As luck would have it, I am interfacing with a C library.

> > Is it correct that the F_CONTIGUOUS flag is set in the case of the fancy
> > indexed x? I'm running NumPy 1.0.3.dev3792 here.
>
> Numpy arrays are always stored in contiguous blocks of memory with
> uniform strides. The "CONTIGUOUS" flag actually means something
> totally different, which is unfortunate, but in any case, "fancy
> indexing" can't be done as a simple reindexing operation. It must make
> a copy of the array. So what you're seeing is the flags of a fresh new
> array, created from scratch (and numpy always creates arrays in C
> order internally, though that is an implementation detail you should
> not rely on).

If you are correct that this is in fact a fresh new array, I really
don't understand where the values of these flags. To recap:

In [19]: x = N.zeros((3,2))

In [20]: x.flags
Out[20]:
  C_CONTIGUOUS : True
  F_CONTIGUOUS : False
  OWNDATA : True
  WRITEABLE : True
  ALIGNED : True
  UPDATEIFCOPY : False

In [21]: x[:,[1,0]].flags
Out[21]:
  C_CONTIGUOUS : False
  F_CONTIGUOUS : True
  OWNDATA : False
  WRITEABLE : True
  ALIGNED : True
  UPDATEIFCOPY : False

So since x and x[:,[1,0]] are both new arrays, shouldn't their flags be
identical? I'd expect at least C_CONTIGUOUS and OWNDATA to be True.

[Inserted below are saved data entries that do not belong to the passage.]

"""A smooth field of EIRP from published contours.

Method. A thin plate (see `spline`) is fitted through points along the contours, so that the field has
no terraces and no kinks at the levels; where the plate would overshoot the levels between which a face
of the map lies, it is held there by one-sided penalties (an obstacle problem), so that between
neighbouring contours the field stays between their levels. Above a contour with none inside of it
the plate's own rise is kept in shape and bent to end at the stated peak, or after half a contour step at
most. Outside of the lowest contour the plate's own fall is kept for one contour step at most and for no
further than a stated distance; beyond there is no value.

The plane of the fit is plate carrée with its longitudes shortened by the cosine of the middle latitude.
"""

from __future__ import annotations

from collections.abc import Sequence
from dataclasses import dataclass
from typing import Any

import numpy as np
from numpy.typing import ArrayLike, NDArray

from geoskew.coverage.faces import faces_of, refuse_crossings
from geoskew.coverage.features import Feature, features_of, lines_of
from geoskew.coverage.fitting import Fitting, Plane
from geoskew.coverage.spline import Surface, evaluate
from geoskew.errors import InputError

Array = NDArray[np.float64]


@dataclass(frozen=True)
class ContourField:
    """A field of EIRP fitted to contours; evaluate it with `eirp`. Small, immutable and picklable.

    Attributes
    ----------
    levels : tuple of float
        The levels of the contours, dBW, rising.
    peak : float or None
        The stated peak, dBW.
    reach_deg : float
        Distance outside of the contoured area, degrees of latitude, beyond which there is no value.
    misfit_db : float
        The largest distance of the field from a level along its own contour, dB.
    """

    surface: Surface
    outside: Array
    plane: Plane
    levels: tuple[float, ...]
    peak: float | None
    reach_deg: float
    misfit_db: float

    @property
    def floor(self) -> float:
        """Lowest value of the field, dBW: the lowest level less one contour step."""
        return 2.0 * self.levels[0] - self.levels[1]

    def eirp(self, longitude: ArrayLike, latitude: ArrayLike) -> Array:
        """EIRP at places.

        Parameters
        ----------
        longitude, latitude : array_like
            Degrees, broadcastable; a row of longitudes with a column of latitudes is fastest.

        Returns
        -------
        ndarray
            dBW, the broadcast shape; NaN outside of the coverage. Visibility is not looked at.
        """
        x, y = self.plane.coordinates(longitude, latitude)
        values = self.surface.values(x, y)
        distance = evaluate(self.outside, self.surface.lattice, x, y, degree=1)
        with np.errstate(invalid="ignore"):
            known = (values >= self.floor) & (distance <= self.reach_deg)
        return np.where(known, values, np.nan)


def fit(
    geometries: Sequence[Any],
    levels: Sequence[float],
    *,
    peak: float | None = None,
    names: Sequence[str] | None = None,
) -> ContourField:
    """Fit a smooth field to contour lines or polygons.

    Parameters
    ----------
    geometries : sequence of shapely geometries
        Lines or polygons in degrees of longitude and latitude, WGS 84; closed, nested, several of one
        level, or open where the map's edge cuts them.
    levels : sequence of float
        The level of each, dBW.
    peak : float, optional
        EIRP at the highest point, dBW, above the highest level.
    names : sequence of str, optional
        What to call each geometry in a message; "feature 1" and so on when not given.

    Returns
    -------
    ContourField
        Meets the levels along the contours; between neighbouring ones it stays between their levels.

    Raises
    ------
    InputError
        For contours that cross, are out of order or not closed, levels or coordinates that cannot be,
        fewer than two levels, or a peak that is not above the highest level; names the feature.
    """
    lines = check(geometries, levels, names=names)
    faces = faces_of(lines)
    heights = tuple(sorted({line.level for line in lines}))
    if peak is not None and peak <= heights[-1]:
        raise InputError(
            f"peak {peak:g} dBW is not above the highest contour, {heights[-1]:g} dBW; state a higher peak"
        )
    fitting = Fitting(lines, faces, heights, peak)
    surface, misfit = fitting.surface()
    return ContourField(
        surface=surface,
        outside=fitting.outside(),
        plane=fitting.plane,
        levels=heights,
        peak=peak,
        reach_deg=fitting.reach,
        misfit_db=misfit,
    )


def check(
    geometries: Sequence[Any], levels: Sequence[float], *, names: Sequence[str] | None = None
) -> list[Feature]:
    """Turn drawn contours into lines and refuse those that cross; `faces.faces_of` checks the order.

    Arguments and Raises as `fit`.
    """
    lines = lines_of(features_of(geometries, levels, names))
    refuse_crossings(lines)
    return lines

The contiguous refers to how stuff is layed out in memory. In this case it appears that fancy indexing creates the new array by first copying column 1, then column 2, so that the new array is indeed F_CONTIGUOUS. Assuming I correctly understand the behaviour of the tostring argument, which is debatable, that is indeed what happens.

In [28]: x = arange(6, dtype=int8).reshape(3,2)

In [29]: x
Out[29]:
array([[0, 1],
       [2, 3],
       [4, 5]], dtype=int8)

In [30]: y = x[:,[1,0]]

In [31]: y
Out[31]:
array([[1, 0],
       [3, 2],
       [5, 4]], dtype=int8)

In [32]: x.tostring('A')
Out[32]: '\x00\x01\x02\x03\x04\x05'

In [33]: y.tostring('A')
Out[33]: '\x01\x03\x05\x00\x02\x04'

Chuck